Why is light different than sound in terms of the assumptions we make regarding causality?

Question

I am having trouble understanding, from a conceptual point of view, why it would be impossible to travel faster than the speed of light.

I have read one explanation given in the form of an example to explain why causality would make it impossible to travel faster than light. The example was if say for instance a bullet were to travel faster than light, then the bullet would hit the target before the trigger was pulled.

At first I thought this kind of made sense, but then the more I thought about it I do not think it does. My problem with this example is I do not see why that proves anything. In my mind it is entirely conceivable that the bullet could hit the target before the observer sees the trigger being pulled, that does not violate causality if the bullet is travelling faster than light, much the same way one sees an axe fall on a tree before the sound reaches their ears, so they see it fall before the sound is perceived. It doesn't violate causality. I guess I do not see what is different when talking about light.

What it seems like to me is that we are making the assumption that unless and until we "see" it happen, it has not yet happened. I do not understand why this is the case. Doesn't the fact that we have not "seen" the event occur yet simply mean that those photons have not yet reached our view, not that the event hasn't yet occurred, we just haven't seen it yet? Does this question make sense?

Answer 1

The problem with FTL and causality has to do with two issues: 1) the relativity of simultaneity between inertial frames (not an issue in classical physics with sound waves, since in classical physics all inertial frames agree about simultaneity), which implies that a signal moving FTL but forward in time in one frame is moving backwards in time in other frames (i.e. different frames disagree on the order of the events of the signal being sent and the signal being received), and 2) the fact that any laws governing FTL signals must work the same way in all frames according to the first postulate of special relativity, so if it's possible to have an FTL signal go back in time in one frame this must be possible in all frames. Clear frame-independent causality violations crop up in situations where slower-than-light observers in different frames bounce a signal back and forth in two directions, as opposed to your example where the bullet constitutes a simple one-way signal--see my answer here for more details. As for why light is different than sound more generally, and why physicists would not make the same conclusions about sound that they make about light even if they were unaware of anything that could move faster than sound, see my answer here.

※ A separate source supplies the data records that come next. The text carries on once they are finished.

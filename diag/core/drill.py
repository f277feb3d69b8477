"""Drills: a hidden unit with one fault, simulated meter readings, a score, class results.

A `Drill` is a run of one or more exercises for one trainee. Each exercise (`Round`) draws
its unit once, from a Generator seeded by the exercise, through `Engine.simulate`: part
tolerances and fault parameters are drawn once, so every reading of that exercise comes
from the same unit, and each reading is what the case's meter shows (meter error and
display resolution included; `meter.display_text` writes it as the display does). Same case,
fault and seed give the same unit.

The trainee names a fault (`Round.name`). A wrong naming costs points (a part replaced
needlessly) and the exercise goes on, up to MAX_NAMINGS namings; the trainee may also
give up and have the fault shown (`reveal`), or leave (`abandon`). Every way out is
scored (`Score`) and, in a class, written to the results CSV (`RESULT_FIELDS`).

The score: whether the named fault is the hidden one or one the offered readings cannot
tell from it (same group); the readings used and their cost against what diag's own
next-reading advice needs on that unit; the wrong namings; and the points (`work_points`,
rules below) that sum these up. `summarise` reads results files back and says who needs
which kind of practice.

Volts at voltage points, amperes at supply points, seconds for times.
"""

from __future__ import annotations

import csv
import datetime as _dt
import difflib
import math
import secrets
import threading
import time
from collections.abc import Callable, Iterable, Sequence
from dataclasses import dataclass, field, replace
from pathlib import Path

import numpy as np

from diag.core.advise import format_bits
from diag.core.case import SEMICONDUCTORS, Case
from diag.core.engine import Diagnosis, Engine, Reading
from diag.core.errors import DiagError
from diag.core.meter import display_text

# diag's advice is followed until its leading group holds this much probability; the same
# stopping rule the evaluation's guided mode uses (eval/score.py: p >= 0.9 on one group).
P_DONE = 0.9
# A trainee who takes more than this many times the readings diag's advice needs is
# flagged as over-reading in the class summary (a teaching choice, not a physical limit).
OVERREAD_RATIO = 1.5
# How many readings the score lists as the ones that would have told the most.
N_TELLING = 3
# diag's advice is replayed on the drawn unit this many times, each with a fresh meter
# error, and the readings it needed are averaged.
ADVICE_REPLAYS = 5
# A drawn unit the solver cannot settle is drawn again from the same Generator (so the
# seed still fixes the unit), at most this many times.
DRAW_TRIES = 5

# Points (a teaching choice, stated so that a trainee can work a score out by hand):
# finding the fault earns FOUND_POINTS; each unit of reading cost (a point's `cost`, 1 by
# default) beyond what diag's advice needed on the same unit takes POINTS_PER_EXTRA_COST,
# at most READING_PENALTY_MAX in all; each wrong naming takes WRONG_NAMING_POINTS (a part
# replaced needlessly). A fault not found scores 0. MAX_NAMINGS namings in all: the last
# one wrong ends the exercise and shows the fault.
FOUND_POINTS = 100
POINTS_PER_EXTRA_COST = 5
READING_PENALTY_MAX = 40
WRONG_NAMING_POINTS = 20
MAX_NAMINGS = 3

# How an exercise ended (the `status` column of the results).
FOUND, REVEALED, NAMINGS_USED_UP, ABANDONED = "found", "revealed", "namings-used-up", "abandoned"
STATUS_WORDS = {FOUND: "found", REVEALED: "gave up, fault shown",
                NAMINGS_USED_UP: f"not found in {MAX_NAMINGS} namings",
                ABANDONED: "left before naming"}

'What it seems like to me is that we are making the assumption that unless and until we "see" it happen, it has not yet happened.'

No, simultaneity in relativity is not defined by when we see an event happen, but rather based on each observer assuming that light travels at a constant speed relative to themselves. So if in my frame I see an event in 2010 that happened 10 light-years away according to a measuring-stick at rest in my frame, and in 2020 I see an event that happened 20 light-years away according to the same measuring-stick, I conclude that in my frame both events happened simultaneously in 2000 (before I actually saw either event). But if different observers all define simultaneity based on the assumption that light moves at the same speed in all directions relative to themselves, this leads to disagreements about simultaneity--see the example in this video with lightning flashes on either end of a train.

Answer 2

Stated simply, causality means that all causes should precede their effects, for all observers. The timings of the causes and effects aren't the times at which a human registers them, they are the times at which they occur in an observers reference frame - i.e. the time on the observer's watch at the moment they occur.

If faster-than-light signals were possible and I sent one from $A$ to $B$, there would exist an observer (a reference frame) in which the signal arrived at $B$ before I sent it at $A$.

No such temporal paradoxes occur if you send signals faster than the speed of sound. For example, in principle, you may see a falling tree before you hear it the axe, but that doesn't indicate that there exists an observer for whom effects preceded causes.

Answer 3

You can of course easily define for example a computer simulated universe where light behave exactly like soundwaves (but faster), and it would have the results you suggest - it's just an annoyance that light is not instantaneous but not of any profound character.

The difference between this alternate world and our normal physics, is that in the alternate world, you could send out a beam of light and then accelerate to overtake it, see it "stand still" relative you, and then kick on the accelerator and outrun it.

This is experimentally not the case in our normal world - no matter your velocity relative to others or to the light emitter, you will measure the speed of light to be the same.

It is when you try to reconcile this experimental fact into the theory, that you end up in the causality problems, that time is variable etc. I guess it's out of scope to describe all that here, and it's described in better detail in the other answers here, I just wanted to make the point about where the suggested physics doesn't correlate with experiment.